These studies really need to stop asking racists if they think they're racist.

[–] [email protected] 16 points 1 year ago (1 children)

That defeats the entire point of having a survey.

[–] [email protected] 0 points 1 year ago (1 children)

What are we hoping to learn here?

[–] [email protected] 10 points 1 year ago* (last edited 1 year ago)

General opinion on the discourse around racism.

[–] [email protected] 1 points 1 year ago

It's an interesting metric. It tells you more about the person asked than the question asked.

Do you think you're racist? I probably am, a little bit. But I end up overthinking it, like "shit, I hope that didn't seem racist."

[–] [email protected] 1 points 1 year ago

It’s such a broad term that encompasses a lot of behaviors. From micro aggressions we don’t even realize we’ve done to outright xenophobia. Maybe this metric has some value over time.

[–] [email protected] 0 points 1 year ago

Why? It seems useful to track

[–] [email protected] -3 points 1 year ago (2 children)

Reminds me of the constant need to check in with rural voters at a diner

If these people had anything good to say they wouldn't be in a rural diner

[–] [email protected] 11 points 1 year ago (2 children)

Those folks get to vote, too, though. So their views are relevant, no matter what you think of them.

[–] [email protected] 12 points 1 year ago (1 children)

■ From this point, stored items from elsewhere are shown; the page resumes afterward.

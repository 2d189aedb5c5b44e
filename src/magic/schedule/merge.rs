//! Pauli noise that moves into sites.
//!
//! **Splitting a channel.** For an axis A among the Pauli words of a channel,
//! pair every word P with AP, the identity being a word too. With w the
//! probability of the pair and q = p(AP)/w, the pair acts as "apply P, then
//! dephase about A with probability q" (a sign of AP does not matter). If every
//! pair has q_m ≤ q ≤ 1 − q_m, write q = q_m + q' − 2·q_m·q', q' =
//! (q − q_m)/(1 − 2q_m), which is in [0, 1]: the channel is a dephasing about A
//! by q_m, common to all pairs, and a Pauli channel with q' in place of q. The
//! dephasing commutes with both the rest of the channel and a rotation about A,
//! so it becomes part of the site; two of them, q and r, make q + r − 2qr. For
//! depolarizing p on one qubit and A = Z, q_m = (p/3)/(1 − 2p/3), and with
//! probability 2p/3 an X is left over.
//!
//! **Reaching the site.** The dephasing by q_m is moved to the site through
//! what lies between, its axis changed by Clifford gates, as long as
//! [`dephasing_passes`] says so. Site and channel must depend on the same bit
//! at the same stage of its life, or on none.
//!
//! **Prepared states.** A dephasing about X, Y or Z that moves back to a
//! prepared state shrinks the two other components of its Bloch vector by
//! 1 − 2q.
//!
//! A state dephased once more has no larger extent, as the extent is convex and
//! A maps stabiliser states to such. A site of extent 1 takes no more noise.

use std::collections::HashMap;

use smallvec::smallvec;

use crate::circuit::{Pauli, PauliProduct};
use crate::magic::extent;
use crate::noise::{PauliChannel, PauliChoices, PauliWord};

use super::axis::{as_word, dephasing_passes};
use super::timeline::{Direction, Timeline, Work};
use super::walk::Walk;

/// How many instructions a dephasing moves past before noise from further away
/// is looked at.
const NEAR: usize = 64;

/// The most it moves past at all, where there are few sites.
const FAR: usize = 4096;

/// Instructions looked at from all sites together, in one direction, beyond
/// [`NEAR`]: a second or two.
const BUDGET: usize = 1 << 22;

/// The most letters an axis may grow to on its way.
const WIDEST: usize = 16;

/// A common part below this is rounding.
const ROUNDING: f64 = 1e-15;

/// Moves noise into every site: first that of the site's own statement, which
/// nobody else should take, then what is near, then whatever it can reach.
pub(super) fn absorb(timeline: &mut Timeline) {
    let is_site = |work: &Work| matches!(work, Work::Rotation { .. } | Work::Prepared(_));
    let nodes = timeline.nodes.iter();
    let sites = nodes.filter(|node| is_site(&node.work)).count();
    let far = (BUDGET / sites.max(1)).clamp(NEAR, FAR);
    for (own, reach) in [(true, NEAR), (false, NEAR), (false, far)] {
        for index in 0..timeline.nodes.len() as u32 {
            match &timeline.node(index).work {
                Work::Rotation { axis, .. } => {
                    let axis = axis.clone();
                    for direction in [Direction::Forward, Direction::Backward] {
                        gather(timeline, index, axis.clone(), direction, own, reach);
                    }
                }
                Work::Prepared(prepared) if !own => {
                    let (qubit, bloch) = (prepared.qubit, prepared.bloch);
                    let mut order = [(Pauli::X, 0), (Pauli::Y, 1), (Pauli::Z, 2)];
                    // The smallest component is the axis of the dephasing that helps most.
                    order.sort_by(|&(_, a), &(_, b)| bloch[a].abs().total_cmp(&bloch[b].abs()));
                    for (letter, _) in order {
                        gather(
                            timeline,
                            index,
                            smallvec![(qubit, letter)],
                            Direction::Forward,
                            false,
                            reach,
                        );
                    }
                }
                _ => {}
            }
        }
    }
}

/// Walks from a site and takes into it what its axis allows.
fn gather(
    timeline: &mut Timeline,
    site: u32,
    axis: PauliProduct,
    direction: Direction,
    own: bool,
    reach: usize,
) {
    let (condition, operation) = {
        let node = timeline.node(site);
        (node.condition, node.operation)
    };
    let widest = axis.len().max(WIDEST);
    let mut walk = Walk::new(site, axis.clone(), direction);
    let mut passed = 0;
    while passed < reach
        && !is_stabiliser_mixture(&timeline.node(site).work)
        && let Some(next) = walk.next(timeline)
    {
        let node = timeline.node(next);
        if own && node.operation != operation {
            return;
        }
        if let Work::Pauli(channel) = &node.work
            && node.condition == condition
            && let Some((common, rest)) = split(channel, walk.axis())
        {
            match rest {
                Some(rest) => timeline.nodes[next as usize].work = Work::Pauli(rest),
                None => timeline.remove(next),
            }
            dephase(&mut timeline.nodes[site as usize].work, &axis, common);
        } else {
            passed += 1;
            match dephasing_passes(walk.axis(), node) {
                Some(moved) if moved.len() <= widest => walk.turn(moved, next),
                _ => return,
            }
        }
    }
}

fn is_stabiliser_mixture(work: &Work) -> bool {
    let bloch = match work {
        Work::Rotation {
            angle, dephasing, ..
        } => {
            let length = 1.0 - 2.0 * dephasing;
            [length * angle.cos(), length * angle.sin(), 0.0]
        }
        Work::Prepared(prepared) => prepared.bloch,
        _ => return true,
    };
    extent::of_state(bloch) <= 1.0
}

/// Dephases a site about an axis of its own.
fn dephase(work: &mut Work, axis: &PauliProduct, q: f64) {
    match work {
        Work::Rotation { dephasing, .. } => {
            *dephasing = (*dephasing + q - 2.0 * *dephasing * q).min(0.5);
        }
        Work::Prepared(prepared) => {
            let own = match axis.first() {
                Some((_, Pauli::X)) => 0,
                Some((_, Pauli::Y)) => 1,
                _ => 2,
            };
            for component in (0..3).filter(|&component| component != own) {
                prepared.bloch[component] *= 1.0 - 2.0 * q;
            }
        }
        _ => {}
    }
}

/// The dephasing about `axis` common to all pairs of a channel's words, and
/// what is left of the channel. `None` if there is no common part.
fn split(channel: &PauliChannel, axis: &PauliProduct) -> Option<(f64, Option<PauliChannel>)> {
    let PauliChoices::Listed(words) = &channel.choices else {
        return None;
    };
    let own = as_word(axis, channel)?;
    let total: f64 = words.iter().map(|(_, p)| p).sum();
    let nothing = (1.0 - total).max(0.0);
    let has_own = words.iter().any(|&(word, p)| word == own && p > 0.0);
    if own == PauliWord::default() || has_own != (nothing > 0.0) {
        return None;
    }

    let pairs = pairs(words, own, nothing);
    let common = pairs
        .iter()
        .map(|pair| pair.p.min(pair.partner) / (pair.p + pair.partner))
        .fold(0.5, f64::min);
    if common < ROUNDING {
        return None;
    }
    let rest = rest(&pairs, own, common);
    let left = (!rest.is_empty()).then(|| PauliChannel {
        qubits: channel.qubits.clone(),
        choices: PauliChoices::Listed(rest),
    });
    Some((common, left))
}

/// Two words that differ by the axis, at least one of them possible.
struct Pair {
    word: PauliWord,
    /// Probability of `word`.
    p: f64,
    /// Probability of the axis times `word`.
    partner: f64,
}

fn times(a: PauliWord, b: PauliWord) -> PauliWord {
    PauliWord {
        x: a.x ^ b.x,
        z: a.z ^ b.z,
    }
}

/// The words in pairs, in the order of their first mention; the pair of the
/// identity comes first.
fn pairs(words: &[(PauliWord, f64)], own: PauliWord, nothing: f64) -> Vec<Pair> {
    let identity = (PauliWord::default(), nothing);
    let mut places: HashMap<PauliWord, usize> = HashMap::with_capacity(words.len());
    let mut pairs: Vec<Pair> = Vec::with_capacity(words.len() / 2 + 1);
    for &(word, p) in std::iter::once(&identity).chain(words) {
        if p <= 0.0 {
            continue;
        }
        match places.get(&times(word, own)) {
            Some(&place) => pairs[place].partner += p,
            None => {
                places.insert(word, pairs.len());
                pairs.push(Pair {
                    word,
                    p,
                    partner: 0.0,
                });
            }
        }
    }
    pairs
}

/// The channel without its common dephasing.
fn rest(pairs: &[Pair], own: PauliWord, common: f64) -> Vec<(PauliWord, f64)> {
    let mut rest = Vec::with_capacity(2 * pairs.len());
    for pair in pairs {
        let weight = pair.p + pair.partner;
        // q' − 0 or 1 − q' is computed without cancellation from the smaller part.
        let smaller = pair.p.min(pair.partner) / weight;
        let left = match 1.0 - 2.0 * common {
            scale if scale > ROUNDING => ((smaller - common) / scale).clamp(0.0, 1.0),
            _ => 0.0,
        };
        let left = if left < ROUNDING { 0.0 } else { left };
        let (mostly, seldom) = if pair.p >= pair.partner {
            (pair.word, times(pair.word, own))
        } else {
            (times(pair.word, own), pair.word)
        };
        for (word, p) in [(mostly, weight * (1.0 - left)), (seldom, weight * left)] {
            if word != PauliWord::default() && p > 0.0 {
                rest.push((word, p));
            }
        }
    }
    rest
}

#[cfg(test)]
mod tests {
    use super::*;
    use crate::circuit::Qubits;

    const X: PauliWord = PauliWord { x: 1, z: 0 };
    const Y: PauliWord = PauliWord { x: 1, z: 1 };
    const Z: PauliWord = PauliWord { x: 0, z: 1 };

    fn channel(words: &[(PauliWord, f64)]) -> PauliChannel {
        PauliChannel {
            qubits: Qubits::from_slice(&[7]),
            choices: PauliChoices::Listed(words.to_vec()),
        }
    }

    fn z_axis() -> PauliProduct {
        smallvec![(7, Pauli::Z)]
    }

    #[test]
    fn depolarizing_leaves_an_x_behind() {
        // Superoperator identity: with probability 1 − 2p/3 a dephasing by
        // (p/3)/(1 − 2p/3), with 2p/3 an X and a full dephasing, of which the
        // common part is taken.
        let p = 0.1;
        let channel = channel(&[(X, p / 3.0), (Y, p / 3.0), (Z, p / 3.0)]);
        let (common, rest) = split(&channel, &z_axis()).unwrap();
        assert!((common - (p / 3.0) / (1.0 - 2.0 * p / 3.0)).abs() < 1e-15);
        let PauliChoices::Listed(rest) = rest.unwrap().choices else {
            panic!("a listed channel stays listed");
        };
        let flips: f64 = rest.iter().map(|(_, p)| p).sum();
        assert!((flips - 2.0 * p / 3.0).abs() < 1e-15);
        assert!(rest.iter().all(|(word, _)| word.x == 1));
        assert!((rest[0].1 - rest[1].1).abs() < 1e-15);
    }

    #[test]
    fn a_dephasing_goes_in_whole() {
        let (common, rest) = split(&channel(&[(Z, 0.03)]), &z_axis()).unwrap();
        assert!((common - 0.03).abs() < 1e-15);
        assert_eq!(rest, None);
    }

    #[test]
    fn a_certain_flip_about_the_axis_has_no_common_part() {
        assert!(split(&channel(&[(Z, 1.0)]), &z_axis()).is_none());
        assert!(split(&channel(&[(X, 0.2), (Z, 0.8)]), &z_axis()).is_none());
    }

    #[test]
    fn a_mostly_flipping_dephasing_leaves_its_flip() {
        let (common, rest) = split(&channel(&[(Z, 0.9)]), &z_axis()).unwrap();
        assert!((common - 0.1).abs() < 1e-15);
        assert_eq!(rest, Some(channel(&[(Z, 1.0)])));
    }

    #[test]
    fn a_full_dephasing_goes_in_whole() {
        let (common, rest) = split(&channel(&[(Z, 0.5)]), &z_axis()).unwrap();
        assert_eq!((common, rest), (0.5, None));
    }

    #[test]
    fn other_axes_and_other_qubits_have_no_part() {
        assert!(split(&channel(&[(X, 0.2)]), &z_axis()).is_none());
        let elsewhere = smallvec![(8, Pauli::Z)];
        assert!(split(&channel(&[(Z, 0.2)]), &elsewhere).is_none());
    }
}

And because of the electoral college, odds are decent that their votes count more than yours do. So actually, their views are more relevant than liberal views. Because "democracy".

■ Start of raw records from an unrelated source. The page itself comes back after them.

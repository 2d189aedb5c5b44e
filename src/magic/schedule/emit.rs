//! The rewritten timeline as a schedule: sites numbered, quarter turns as gates.

use smallvec::smallvec;

use crate::circuit::{Clifford, Pauli, PauliProduct, Qubits};
use crate::magic::{
    CczSite, Instruction, Kind, PreparedSite, RotationSite, Schedule, Site, SiteKind, extent,
};
use crate::noise::{PauliChannel, PauliChoices, PauliWord};

use super::timeline::{Prepared, Timeline, Work};

/// Extent of a CCZ: (8/6)². Quantum 3, 181 (2019).
const CCZ_EXTENT: f64 = 16.0 / 9.0;

pub(super) fn emit(timeline: Timeline) -> Schedule {
    let mut writer = Writer {
        instructions: Vec::with_capacity(timeline.nodes.len()),
        sites: Vec::new(),
        condition: None,
        operation: 0,
    };
    for node in timeline.nodes {
        writer.condition = node.condition.map(|(bit, _)| bit);
        writer.operation = node.operation;
        writer.work(node.work);
    }
    Schedule {
        instructions: writer.instructions,
        sites: writer.sites,
    }
}

struct Writer {
    instructions: Vec<Instruction>,
    sites: Vec<Site>,
    condition: Option<u32>,
    operation: u32,
}

impl Writer {
    fn push(&mut self, kind: Kind) {
        self.instructions.push(Instruction {
            kind,
            condition: self.condition,
            operation: self.operation,
        });
    }

    fn clifford(&mut self, clifford: Clifford) {
        self.push(Kind::Clifford(clifford));
    }

    fn work(&mut self, work: Work) {
        match work {
            Work::Clifford(clifford) => self.clifford(clifford),
            Work::Turns(axis, quarters) => self.turns(&axis, quarters),
            Work::Rotation {
                axis,
                quarters,
                angle,
                dephasing,
            } => {
                self.turns(&axis, quarters);
                self.rotation(axis, angle, dephasing);
            }
            Work::Ccz(qubits) => self.ccz(qubits),
            Work::Measure { qubit, bit, flip } => self.push(Kind::Measure { qubit, bit, flip }),
            Work::Reset(qubit) => self.push(Kind::Reset { qubit }),
            Work::Assign { bit, value } => self.push(Kind::Assign { bit, value }),
            Work::Pauli(channel) => self.push(Kind::Pauli(channel)),
            Work::Damping { qubit, gamma } => self.push(Kind::Damping { qubit, gamma }),
            Work::Prepared(prepared) => self.prepared(prepared),
            Work::Eigenstate {
                qubit,
                axis,
                negative,
                flip,
            } => self.eigenstate(qubit, axis, negative, flip),
            Work::Nothing => {}
        }
    }

    /// exp(−iπA/4) so many times, up to a phase. Two of them are A itself.
    fn turns(&mut self, axis: &PauliProduct, quarters: u8) {
        if let [(qubit, Pauli::Z)] = axis[..] {
            match quarters {
                1 => self.clifford(Clifford::S(qubit)),
                2 => self.clifford(Clifford::Z(qubit)),
                3 => self.clifford(Clifford::Sdg(qubit)),
                _ => {}
            }
            return;
        }
        if quarters % 2 == 1 {
            self.clifford(Clifford::QuarterTurn(axis.clone()));
        }
        if quarters >= 2 {
            for &(qubit, letter) in axis {
                match letter {
                    Pauli::I => {}
                    Pauli::X => self.clifford(Clifford::X(qubit)),
                    Pauli::Y => self.clifford(Clifford::Y(qubit)),
                    Pauli::Z => self.clifford(Clifford::Z(qubit)),
                }
            }
        }
    }

    fn site(&mut self, site: Site) -> u32 {
        self.sites.push(site);
        (self.sites.len() - 1) as u32
    }

    fn rotation(&mut self, axis: PauliProduct, angle: f64, dephasing: f64) {
        let rotation = RotationSite::new(angle, dephasing);
        let site = self.site(Site {
            extent_without_noise: rotation.extent_without_noise(),
            extent: rotation.extent(),
            kind: SiteKind::Rotation(rotation),
            operation: self.operation,
            qubits: axis.iter().map(|&(qubit, _)| qubit).collect(),
        });
        let axes = vec![axis];
        self.push(Kind::Gate { site, axes });
    }

    fn ccz(&mut self, qubits: [u32; 3]) {
        let site = self.site(Site {
            kind: SiteKind::Ccz(CczSite),
            operation: self.operation,
            qubits: qubits.to_vec(),
            extent_without_noise: CCZ_EXTENT,
            extent: CCZ_EXTENT,
        });
        let axes = qubits.map(|qubit| smallvec![(qubit, Pauli::Z)]).to_vec();
        self.push(Kind::Gate { site, axes });
    }

    fn prepared(&mut self, prepared: Prepared) {
        let state = PreparedSite::with_ideal(prepared.bloch, prepared.ideal);
        let qubit = prepared.qubit;
        let site = self.site(Site {
            extent_without_noise: extent::of_state(prepared.ideal),
            extent: state.extent(),
            kind: SiteKind::Prepared(state),
            operation: prepared.operation,
            qubits: vec![qubit],
        });
        self.push(Kind::Prepare { site, qubit });
    }

    /// An eigenstate of X, Y or Z from |0⟩, flipped with a probability.
    fn eigenstate(&mut self, qubit: u32, axis: usize, negative: bool, flip: f64) {
        if negative {
            self.clifford(Clifford::X(qubit));
        }
        if axis < 2 {
            self.clifford(Clifford::H(qubit));
        }
        if axis == 1 {
            self.clifford(Clifford::S(qubit));
        }
        if flip > 0.0 {
            let word = match axis {
                2 => PauliWord { x: 1, z: 0 },
                _ => PauliWord { x: 0, z: 1 },
            };
            self.push(Kind::Pauli(PauliChannel {
                qubits: Qubits::from_slice(&[qubit]),
                choices: PauliChoices::Listed(vec![(word, flip)]),
            }));
        }
    }
}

[–] [email protected] 2 points 1 year ago* (last edited 1 year ago)

We shouldn't ignore rural voters entirely (which I don't think anyone is saying). I agree that they are overrepresented and that's a major problem.

We also have places like DC and PR that basically don't get any representation. And big states often don't get nearly as much representation per population as small ones. The US is extremely undemocratic with how they chose to implement things.

[–] [email protected] 2 points 1 year ago (1 children)

Right!! So we keep putting them on TV to see what they think.

Yet they're only a fraction of the population. I'm not sure I've ever seen a segment where they interviewed urban voters. Lots of Joe the Plumber, not a lot of Jane the marketing manager

[–] [email protected] 14 points 1 year ago

I seriously don't understand the folks who don't get this.

First we had slaves.

Well, some say, US slavery ended with the civil war.

Even IF it were reasonable to say that slavery ended and therefore the ripples it sent forward in time aren't still being felt, there are two things that are true - One: We didn't root out those who most staunchly refused to relinquish it and enact power structures to encourage equity going forward.

Well, some say, the confederate states were physically and economically destroyed by the end of the war.

And to that I say, "Andrew Johnson."

Two: We as a nation enacted laws and social norms that turned black folks into a permanent underclass, and have been dogwhistling about it for a century.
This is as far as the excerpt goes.